I am looking for one that Portuguese people are highly known to the blogging site ?

I know only two: Tumblr and livejournal. So I am not sure if Portuguese people knows about it. No, I am not interested in Facebook and Twitter at all.


----------



## Aronsky (Jan 18, 2015)

azoreseuropa said:


> I am looking for one that Portuguese people are highly known to the blogging site ?
> 
> I know only two: Tumblr and livejournal. So I am not sure if Portuguese people knows about it. No, I am not interested in Facebook and Twitter at all.


Blogger is excellent. When you register a site with blogger (it's free and there are no ads) you get a suffix .pt.
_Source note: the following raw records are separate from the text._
/* SPDX-License-Identifier: GPL-3.0-or-later */
/* Fits of a seven-level 2IFC experiment a second, beside GSL's simplex
 * minimiser (nmsimplex2) on the same likelihood from the same start, and the
 * bootstrap of 10 000 such fits. */
#include <math.h>
#include <stdio.h>
#include <stdlib.h>
#include <string.h>
#include <time.h>

#include <gsl/gsl_multimin.h>

#include "panel/panel_private.h"

enum { M = EF__PARAMETERS, LEVELS = 7, SETS = 2000, SAMPLES = 10000 };

static double read_clock(clockid_t which) {
  struct timespec t;
  clock_gettime(which, &t);
  return (double)t.tv_sec + 1e-9 * (double)t.tv_nsec;
}

/* Processor time, which other work on the machine does not disturb. */
static double now_s(void) {
  return read_clock(CLOCK_PROCESS_CPUTIME_ID);
}

static const double level[LEVELS] = {1, 1.7, 2.4, 3, 3.6, 4.3, 5};
static const size_t shown[LEVELS] = {40, 40, 40, 40, 40, 40, 40};

static void draw_set(uint64_t index, size_t positive[LEVELS]) {
  const ef_psychometric truth = {
      EF_SHAPE_GAUSSIAN, EF_AXIS_LINEAR, EF_TASK_2IFC, 3, 1, 0.5, 0.02};
  ef__random random = ef__random_stream(5, index);
  for (size_t i = 0; i < LEVELS; ++i) {
    positive[i] = (size_t)ef__draw_binomial(
        &random, (double)shown[i], ef_psychometric_value(&truth, level[i]));
  }
}

/* Slope as its logarithm and lapses through a logistic function, so that the
 * simplex needs no limits. */
static double simplex_value(const gsl_vector *x, void *context) {
  const ef__likelihood *const likelihood = context;
  const double theta[M] = {gsl_vector_get(x, 0), exp(gsl_vector_get(x, 1)), 0.5,
                           likelihood->high[EF__LAPSE] /
                               (1 + exp(-gsl_vector_get(x, 2)))};
  return ef__likelihood_evaluate(likelihood, theta, NULL, NULL, NULL);
}

/* Half the deviance reached with simplex sizes below 1e-6. */
static double fit_by_simplex(ef__likelihood *likelihood,
                             gsl_multimin_fminimizer *minimiser, gsl_vector *x,
                             gsl_vector *step, int *n_steps) {
  gsl_multimin_function f = {simplex_value, 3, likelihood};
  gsl_vector_set(x, 0, 0);
  gsl_vector_set(x, 1, 0.3);
  gsl_vector_set(x, 2, -1);
  gsl_vector_set_all(step, 0.5);
  gsl_multimin_fminimizer_set(minimiser, &f, x, step);
  for (int i = 0; i < 1000; ++i) {
    (*n_steps)++;
    if (gsl_multimin_fminimizer_iterate(minimiser) != 0 ||
        gsl_multimin_fminimizer_size(minimiser) < 1e-6)
      break;
  }
  return minimiser->fval;
}

typedef struct result {
  double seconds, value[SETS];
} result;

static void prepare(uint64_t i, ef__data *data, void **block,
                    ef__likelihood *likelihood) {
  size_t positive[LEVELS];
  draw_set(i, positive);
  const ef_responses responses = {LEVELS, level, shown, positive};
  const ef_fit_settings settings = ef_fit_settings_default(EF_TASK_2IFC);
  if (ef__data_new(&responses, settings.axis, data, block, NULL) != EF_OK ||
      ef__likelihood_setup(&settings, data, likelihood, NULL) != EF_OK)
    exit(1);
}

typedef enum effort { ONE_START, THREE_STARTS, SEVEN_STARTS } effort;

/* Where the simplex begins, too. */
static const double origin[M] = {0, 1.35, 0.5, 0.016};

static void run_ours(effort how, result *out) {
  out->seconds = 0;
  for (size_t i = 0; i < SETS; ++i) {
    ef__data data;
    void *block;
    ef__likelihood likelihood;
    prepare(i, &data, &block, &likelihood);
    const ef__objective objective = ef__likelihood_objective(&likelihood);
    ef__minimum best;
    const double begin = now_s();
    if (how == ONE_START)
      ef__minimise(&objective, origin, EF__TOLERANCE, &best);
    else if (how == THREE_STARTS)
      ef__maximise(&likelihood, origin, true, EF__TOLERANCE_QUICK, &best);
    else
      ef__maximise(&likelihood, NULL, false, EF__TOLERANCE, &best);
    out->seconds += now_s() - begin;
    out->value[i] = best.value;
    free(block);
  }
}

static void run_simplex(result *out, int *n_steps) {
  gsl_multimin_fminimizer *minimiser =
      gsl_multimin_fminimizer_alloc(gsl_multimin_fminimizer_nmsimplex2, 3);
  gsl_vector *x = gsl_vector_alloc(3), *step = gsl_vector_alloc(3);
  out->seconds = 0;
  for (size_t i = 0; i < SETS; ++i) {
    ef__data data;
    void *block;
    ef__likelihood likelihood;
    prepare(i, &data, &block, &likelihood);
    const double begin = now_s();
    out->value[i] = fit_by_simplex(&likelihood, minimiser, x, step, n_steps);
    out->seconds += now_s() - begin;
    free(block);
  }
  gsl_multimin_fminimizer_free(minimiser);
  gsl_vector_free(x);
  gsl_vector_free(step);
}

static void run_bootstrap(int jobs) {
  size_t positive[LEVELS];
  draw_set(3, positive);
  const ef_responses responses = {LEVELS, level, shown, positive};
  const ef_fit_settings settings = ef_fit_settings_default(EF_TASK_2IFC);
  ef_interval_settings intervals = ef_interval_settings_default();
  intervals.method = EF_INTERVAL_BOOTSTRAP;
  intervals.n_samples = SAMPLES;
  intervals.jobs = jobs;
  ef_fit fit;
  ef_goodness goodness;
  if (ef_fit_responses(&responses, &settings, &fit, NULL) != EF_OK)
    exit(1);
  const double begin = now_s(), wall = read_clock(CLOCK_MONOTONIC);
  if (ef_fit_intervals(&responses, &settings, &intervals, &fit, &goodness,
                       NULL) != EF_OK)
    exit(1);
  printf("bootstrap of %d fits, %d thread%s: %.3f s of processor, %.3f s on "
         "the wall\n",
         SAMPLES, jobs, jobs == 1 ? "" : "s", now_s() - begin,
         read_clock(CLOCK_MONOTONIC) - wall);
}

/* Sets where `a` stops above `b` by more than rounding and tolerance. */
static size_t worse(const result *a, const result *b) {
  size_t n = 0;
  for (size_t i = 0; i < SETS; ++i)
    n += a->value[i] - b->value[i] > 1e-4;
  return n;
}

static void print_row(const char *name, const result *r, const result *simplex,
                      const result *best) {
  printf("  %-34s %9.0f  %6.1f  %6zu\n", name, SETS / r->seconds,
         simplex->seconds / r->seconds, worse(r, best));
}

int main(void) {
  static result one, three, seven, simplex, best;
  int n_steps = 0;
  ef__gsl_ready();
  run_ours(ONE_START, &one);
  run_ours(THREE_STARTS, &three);
  run_ours(SEVEN_STARTS, &seven);
  run_simplex(&simplex, &n_steps);
  for (size_t i = 0; i < SETS; ++i) {
    best.value[i] = fmin(fmin(one.value[i], three.value[i]),
                         fmin(seven.value[i], simplex.value[i]));
  }
  printf("7 levels, 3 parameters, %d data sets, one thread, processor time\n"
         "  %-34s %9s  %6s  %s\n",
         SETS, "", "fits/s", "ratio", "sets short of the best");
  print_row("nmsimplex2 of GSL, one start", &simplex, &simplex, &best);
  print_row("ours, one start", &one, &simplex, &best);
  print_row("ours, three starts (bootstrap)", &three, &simplex, &best);
  print_row("ours, seven starts (a user's fit)", &seven, &simplex, &best);
  run_bootstrap(1);
  run_bootstrap(2);
  return 0;
}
Plus using blogger helps your site content get into the Google search results very quickly (it's owned by Google).

I have seen plenty of sites written in Portuguese by the Portuguese which are hosted on Blogger.


----------



## azoreseuropa (Nov 10, 2013)

Aronsky said:


> Blogger is excellent. When you register a site with blogger (it's free and there are no ads) you get a suffix .pt. Plus using blogger helps your site content get into the Google search results very quickly (it's owned by Google).
> 
> I have seen plenty of sites written in Portuguese by the Portuguese which are hosted on Blogger.
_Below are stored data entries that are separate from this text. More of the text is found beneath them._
/* SPDX-License-Identifier: GPL-3.0-or-later */
/* The nearest colour of an sRGB display by CIEDE2000, for targets anywhere in
 * CIELAB that it cannot show (L* 0 to 100, a* and b* -128 to 128, most of them
 * far away), beside general optimisers of the same difference over the same box:
 * NLopt's BOBYQA, its SLSQP with slopes by differences, and GSL's simplex. They
 * call the difference as our own search does for single values, which is at
 * least as fast as a user's through the public functions, and stop where amounts
 * change by 1e-7. First they start once, from the clipped amounts, and miss
 * some; then also from eight points inside the box, and keep the best, which
 * brings them nearer to ours. The reach is the share of targets within 1e-6 of
 * the least difference that anyone found, a search by bounds with a descent
 * from its codes among them. */
#include <math.h>
#include <stdio.h>
#include <string.h>

#include <gsl/gsl_multimin.h>
#include <nlopt.h>

#include "base/base_private.h"
#include "bench.h"
#include "gen.h"
#include "match/match_private.h"

enum { N = 1000, CODES = 256 };

static ef_setup *setup;
static ef__mixing mixing;
static const ef_metric *metric;
static double target_xyz[N][3], target[N][3], exact[N][3];
static double best_known[N];

/* Differences that a contestant reached. */
typedef struct contest {
  int n_starts;
  double reached[N];
} contest;

static ef__search search_for(size_t i) {
  ef__search search = {.mixing = &mixing, .metric = metric};
  memcpy(search.target, target[i], sizeof search.target);
  return search;
}

static void run_ours(void *context) {
  contest *const c = context;
  for (size_t i = 0; i < N; ++i) {
    ef__search search = search_for(i);
    ef__minima minima;
    ef__nearest(&search, exact[i], &minima);
    c->reached[i] = sqrt(minima.at[0].square);
  }
}

/* ---- Peers -------------------------------------------------------------- */

static double difference_at(const double amount[3], void *context) {
  return sqrt(ef__search_value(context, amount));
}

enum { STARTS = 9 };

static void start_at(size_t i, int start, double amount[3]) {
  for (int c = 0; c < 3; ++c) {
    amount[c] = start == 0 ? ef__clamp(exact[i][c], 0, 1)
                           : (start - 1) >> c & 1 ? 0.8 : 0.1;
  }
}

/* Central differences, at the bounds to the inside. */
static double nlopt_value(unsigned n, const double *amount, double *slope,
                          void *context) {
  const double step = 1e-6;
  for (unsigned c = 0; slope != NULL && c < n; ++c) {
    double up[3], down[3];
    memcpy(up, amount, sizeof up);
    memcpy(down, amount, sizeof down);
    up[c] = fmin(amount[c] + step, 1);
    down[c] = fmax(amount[c] - step, 0);
    slope[c] = (difference_at(up, context) - difference_at(down, context)) /
               (up[c] - down[c]);
  }
  return difference_at(amount, context);
}

static void run_nlopt(nlopt_algorithm algorithm, contest *c) {
  static const double low[3] = {0, 0, 0}, high[3] = {1, 1, 1};
  nlopt_opt optimiser = nlopt_create(algorithm, 3);
  nlopt_set_lower_bounds(optimiser, low);
  nlopt_set_upper_bounds(optimiser, high);
  nlopt_set_xtol_abs1(optimiser, 1e-7);
  nlopt_set_ftol_rel(optimiser, 1e-10);
  nlopt_set_maxeval(optimiser, 2000);
  for (size_t i = 0; i < N; ++i) {
    ef__search search = search_for(i);
    c->reached[i] = (double)INFINITY;
    nlopt_set_min_objective(optimiser, nlopt_value, &search);
    for (int start = 0; start < c->n_starts; ++start) {
      double amount[3], reached = (double)INFINITY;
      start_at(i, start, amount);
      nlopt_optimize(optimiser, amount, &reached);
      c->reached[i] = fmin(c->reached[i], reached);
    }
  }
  nlopt_destroy(optimiser);
}

static void run_bobyqa(void *context) {
  run_nlopt(NLOPT_LN_BOBYQA, context);
}

static void run_slsqp(void *context) {
  run_nlopt(NLOPT_LD_SLSQP, context);
}

/* Without bounds of its own: amounts beyond the box count as on it. */
static double simplex_value(const gsl_vector *x, void *context) {
  double amount[3];
  for (size_t c = 0; c < 3; ++c) {
    amount[c] = ef__clamp(gsl_vector_get(x, c), 0, 1);
  }
  return difference_at(amount, context);
}

static void run_simplex(void *context) {
  contest *const c = context;
  gsl_multimin_fminimizer *const minimiser =
      gsl_multimin_fminimizer_alloc(gsl_multimin_fminimizer_nmsimplex2, 3);
  gsl_vector *const x = gsl_vector_alloc(3), *const step = gsl_vector_alloc(3);
  for (size_t i = 0; i < N; ++i) {
    ef__search search = search_for(i);
    gsl_multimin_function f = {simplex_value, 3, &search};
    c->reached[i] = (double)INFINITY;
    for (int start = 0; start < c->n_starts; ++start) {
      double amount[3];
      start_at(i, start, amount);
      for (size_t k = 0; k < 3; ++k)
        gsl_vector_set(x, k, amount[k]);
      gsl_vector_set_all(step, 0.1);
      gsl_multimin_fminimizer_set(minimiser, &f, x, step);
      for (int k = 0; k < 1000; ++k) {
        if (gsl_multimin_fminimizer_iterate(minimiser) != 0 ||
            gsl_multimin_fminimizer_size(minimiser) < 1e-7) {
          break;
        }
      }
      c->reached[i] = fmin(c->reached[i], minimiser->fval);
    }
  }
  gsl_vector_free(step);
  gsl_vector_free(x);
  gsl_multimin_fminimizer_free(minimiser);
}

/* ---- The whole match ---------------------------------------------------- */

static void run_match(void *context) {
  static ef_match out[N];
  ef_match_batch(setup, N, target_xyz[0], context, 1, out, NULL);
}

/* ---- Targets ------------------------------------------------------------ */

static bool in_box(const double a[3]) {
  return a[0] >= 0 && a[0] <= 1 && a[1] >= 0 && a[1] <= 1 && a[2] >= 0 &&
         a[2] <= 1;
}

static void draw_targets(void) {
  gen g = gen_new(1);
  for (size_t i = 0; i < N;) {
    const ef_lab lab = {gen_between(&g, 0, 100), gen_between(&g, -128, 128),
                        gen_between(&g, -128, 128)};
    const ef_xyz xyz = ef_lab_to_xyz(lab, mixing.conditions.white);
    ef__exact(&mixing, xyz, exact[i]);
    if (in_box(exact[i]))
      continue;
    ef_metric_coordinates(metric, xyz, &mixing.conditions, target[i]);
    memcpy(target_xyz[i], &xyz, sizeof target_xyz[i]);
    ++i;
  }
}

/* By bounds on boxes of codes, then down from the best. */
static void search_widely(const ef_device *device) {
  static double amounts[3][CODES];
  ef__lattice lattice = {.n_codes = CODES};
  for (size_t c = 0; c < 3; ++c) {
    for (size_t k = 0; k < CODES; ++k) {
      amounts[c][k] =
          ef_device_amount(device, c, (double)k / (CODES - 1), NULL);
    }
    lattice.amount[c] = amounts[c];
  }
  for (size_t i = 0; i < N; ++i) {
    ef__search search = search_for(i);
    uint32_t code[3];
    double square = (double)INFINITY;
    ef__place place;
    ef__search_boxes(&search, &lattice, code, &square);
    for (int c = 0; c < 3; ++c)
      place.amount[c] = amounts[c][code[c]];
    if (!ef__descend(&search, &place))
      ef__descend_edge(&search, &place);
    best_known[i] = sqrt(fmin(square, place.square));
  }
}

static double reach(const contest *c) {
  size_t n = 0;
  for (size_t i = 0; i < N; ++i)
    n += c->reached[i] <= best_known[i] + 1e-6;
  return (double)n / N;
}

enum {
  OURS,
  BOBYQA,
  SLSQP,
  SIMPLEX,
  BOBYQA_9,
  SLSQP_9,
  SIMPLEX_9,
  N_CONTESTS,
  KEPT = N_CONTESTS,
  CODED,
  ALL
};

int main(void) {
  static contest contests[N_CONTESTS];
  ef_error error = {0};
  ef__gsl_ready();
  ef_observer *const observer = ef_observer_new("cie-1931", &error);
  ef_device *const device = ef_display_from_encoding("srgb", NULL, &error);
  setup = ef_setup_new(device, observer, NULL, NULL, &error);
  metric = ef_metric_find("ciede2000", &error);
  if (setup == NULL || ef__mixing_from_setup(setup, &mixing, &error) != EF_OK) {
    fprintf(stderr, "%s\n", error.message);
    return 1;
  }
  ef__scout *const scout = ef__scout_new(&mixing, metric, &error);
  mixing.scout = scout;
  draw_targets();
  ef_match_settings kept = ef_match_settings_default();
  ef_match_settings coded = ef_match_settings_default();
  kept.bits = 0;
  coded.hue_kept = false;
  bench_entry entry[ALL] = {
      [OURS] = {"nearest", run_ours, &contests[OURS], false, 0},
      [BOBYQA] = {"bobyqa", run_bobyqa, &contests[BOBYQA], false, 0},
      [SLSQP] = {"slsqp", run_slsqp, &contests[SLSQP], false, 0},
      [SIMPLEX] = {"simplex", run_simplex, &contests[SIMPLEX], false, 0},
      [BOBYQA_9] = {"bobyqa_9", run_bobyqa, &contests[BOBYQA_9], false, 0},
      [SLSQP_9] = {"slsqp_9", run_slsqp, &contests[SLSQP_9], false, 0},
      [SIMPLEX_9] = {"simplex_9", run_simplex, &contests[SIMPLEX_9], false,
                     0},
      [KEPT] = {"match_hue_kept", run_match, &kept, false, 0},
      [CODED] = {"match_8_bits", run_match, &coded, false, 0}};
  for (int c = 0; c < N_CONTESTS; ++c)
    contests[c].n_starts = c >= BOBYQA_9 ? STARTS : 1;
  bench_run(ALL, entry);
  bench_per_item(ALL, entry, N);
  search_widely(device);
  for (size_t i = 0; i < N; ++i) {
    for (int c = 0; c < N_CONTESTS; ++c) {
      best_known[i] = fmin(best_known[i], contests[c].reached[i]);
    }
  }
  for (int c = 0; c < N_CONTESTS; ++c) {
    char name[64];
    snprintf(name, sizeof name, "%s_reach", entry[c].name);
    bench_value(name, reach(&contests[c]), "of the targets");
  }
  bench_value("nearest_rate", N / entry[OURS].seconds, "targets/s");
  const char *const what = "nearest colour by CIEDE2000, out of gamut";
  bench_row(what, "NLopt BOBYQA", &entry[OURS], &entry[BOBYQA], 10);
  bench_row(what, "NLopt SLSQP, numeric slopes", &entry[OURS], &entry[SLSQP],
            5);
  bench_row(what, "GSL simplex", &entry[OURS], &entry[SIMPLEX], 12);
  bench_row(what, "NLopt BOBYQA, 9 starts", &entry[OURS], &entry[BOBYQA_9], 0);
  bench_row(what, "NLopt SLSQP, 9 starts", &entry[OURS], &entry[SLSQP_9], 0);
  bench_row(what, "GSL simplex, 9 starts", &entry[OURS], &entry[SIMPLEX_9], 0);
  ef__scout_free(scout);
  ef_setup_free(setup);
  ef_device_free(device);
  ef_observer_free(observer);
  return 0;
}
Thank you kindly for replying my question. Yes, I forgot about the Blogger but unfortunately, I do not used gmail anymore. I canceled it. Yes, the Blogger required to use gmail address. So, I am staying with icloud email because its better for me. Do you know any plenty of sites written in Portuguese by the Portuguese people that used one like Blogger ? I want one minus gmail address required.


----------



## Aronsky (Jan 18, 2015)

azoreseuropa said:


> Thank you kindly for replying my question. Yes, I forgot about the Blogger but unfortunately, I do not used gmail anymore. I canceled it. Yes, the Blogger required to use gmail address. So, I am staying with icloud email because its better for me. Do you know any plenty of sites written in Portuguese by the Portuguese people that used one like Blogger ? I want one minus gmail address required.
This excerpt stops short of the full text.